#### [What needs to be done]
Please copy each line from the entries that contains the string "kTaskMacs".

#### [Input data]
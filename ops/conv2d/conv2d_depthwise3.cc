// Depthwise convolution with the window that nearly all networks use, 3x3 of stride 1 or 2. A task
// is some output rows by a chunk of channels; chunks are cut first, as they share no input.
#include <algorithm>
#include <array>

#include "core/threads.h"
#include "ops/conv2d/conv2d.h"
#include "ops/simd/aligned.h"
#include "ops/simd/depthwise3.h"
#include "ops/simd/target.h"

namespace leadsman::ops {
namespace {

constexpr std::int64_t kMostRows = 16;  // of a task

class Depthwise3Kernel final : public Kernel {
 public:
  Depthwise3Kernel(const OpContext& context, const Epilogue& epilogue)
      : g_(context), activation_(epilogue.activation), weights_(9 * g_.c), bias_(g_.c) {
    simd::choose_target();
    const float* weight = context.weight("weight")->data();
    for (std::int64_t c = 0; c < g_.c; ++c) {
      for (std::int64_t tap = 0; tap < 9; ++tap) {
        weights_.data()[tap * g_.c + c] = weight[c * 9 + tap];
      }
    }
    if (const Tensor* bias = context.weight("bias")) {
      std::copy_n(bias->data(), g_.c, bias_.data());
    }
    // The inputs of a tile, and those of its neighbour, stay in the first-level cache.
    constexpr std::int64_t kMostChannels = 160;
    constexpr std::int64_t kFewestChannels = 32;
    constexpr std::int64_t kEnoughTasks = 16;
    constexpr std::int64_t kTaskMacs = 50000;
    const std::int64_t macs = 9 * g_.n * g_.out_h * g_.out_w * g_.c;
    const std::int64_t wanted = std::clamp<std::int64_t>(macs / kTaskMacs, 1, kEnoughTasks);
    task_rows_ = kMostRows;
    while (task_rows_ > 2 * simd::kDepthwise3Rows &&
           count_strips() * ((g_.c + kMostChannels - 1) / kMostChannels) < wanted) {
      task_rows_ /= 2;
    }
    const std::int64_t chunks =
        std::max((g_.c + kMostChannels - 1) / kMostChannels,
                 std::min(g_.c / kFewestChannels, (wanted + count_strips() - 1) / count_strips()));
    chunk_ = ((g_.c + chunks - 1) / std::max<std::int64_t>(1, chunks) + 15) / 16 * 16;
  }

  std::size_t packed_bytes() const override { return weights_.bytes() + bias_.bytes(); }

  void run(const KernelCall& call) const override {
    const std::int64_t chunks = count_chunks();
    const std::int64_t image_strips = (g_.out_h + task_rows_ - 1) / task_rows_;
    parallel_for(call.threads, count_strips() * chunks, [&](std::int64_t task, int) {
      const std::int64_t strip = task / chunks;
      run_strip(call, strip / image_strips, strip % image_strips * task_rows_,
                task % chunks * chunk_);
    });
  }

 private:
  // Chunks of chunk_ channels; what is left and too short for one of its own joins the last.
  std::int64_t count_chunks() const {
    return std::max<std::int64_t>(1, (g_.c + chunk_ - simd::kMinDepthwise3Channels) / chunk_);
  }
  std::int64_t count_strips() const { return g_.n * ((g_.out_h + task_rows_ - 1) / task_rows_); }

  void run_strip(const KernelCall& call, std::int64_t n, std::int64_t row,
                 std::int64_t channel) const {
    const bool last = channel / chunk_ + 1 == count_chunks();
    simd::Depthwise3 part;
    part.rows = std::min(task_rows_, g_.out_h - row);
    std::array<const float*, (kMostRows - 1) * 2 + 3> lines;
    for (std::int64_t i = 0; i < (part.rows - 1) * g_.stride_h + 3; ++i) {
      const std::int64_t y = row * g_.stride_h + i - g_.pad_top;
      const bool inside = y >= 0 && y < g_.h;
      lines[static_cast<std::size_t>(i)] =
          inside ? call.inputs[0].data + (n * g_.h + y) * g_.w * g_.c + channel : nullptr;
    }
    part.lines = lines.data();
    part.input_w = g_.w;
    part.input_stride = g_.c;
    part.first_x = -g_.pad_left;
    part.stride = static_cast<int>(g_.stride_w);
    part.weights = weights_.data() + channel;
    part.weight_stride = g_.c;
    part.bias = bias_.data() + channel;
    part.channels = last ? g_.c - channel : chunk_;
    const std::int64_t first = (n * g_.out_h + row) * g_.out_w * g_.c + channel;
    part.out = call.output.data + first;
    part.out_row = g_.out_w * g_.c;
    part.out_stride = g_.c;
    part.out_w = g_.out_w;
    part.residual = call.residual == nullptr ? nullptr : call.residual + first;
    part.activation = activation_;
    simd::depthwise3(part);
  }

  Conv2dGeometry g_;
  Activation activation_;
  simd::AlignedFloats weights_;  ///< [9][channels]
  simd::AlignedFloats bias_;
  std::int64_t chunk_ = 0;
  std::int64_t task_rows_ = 0;
};

class Depthwise3Strategy final : public Strategy {
 public:
  std::string_view name() const override { return "depthwise3"; }
  std::string refusal(const OpContext& context) const override {
    const Conv2dGeometry g(context);
    if (g.groups != g.c || g.out_c != g.c) return "not one filter a channel";
    if (g.kernel_h != 3 || g.kernel_w != 3) return "the kernel is not 3x3";
    if (g.stride_h != g.stride_w || g.stride_h > 2) return "the stride is not 1 or 2";
    if (g.dilation_h != 1 || g.dilation_w != 1) return "dilated";
    if (!simd::depthwise3_takes_width(g.out_w)) return "a narrow output";
    if (g.c < simd::kMinDepthwise3Channels) return "few channels";
    return {};
  }
  std::unique_ptr<Kernel> prepare(const OpContext& context,
                                  const Epilogue& epilogue) const override {
    return std::make_unique<Depthwise3Kernel>(context, epilogue);
  }
};

}  // namespace

const Strategy& conv2d_depthwise3() {
  static const Depthwise3Strategy instance;
  return instance;
}

}  // namespace leadsman::ops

#### [Exercise output]
    constexpr std::int64_t kTaskMacs = 50000;
    const std::int64_t wanted = std::clamp<std::int64_t>(macs / kTaskMacs, 1, kEnoughTasks);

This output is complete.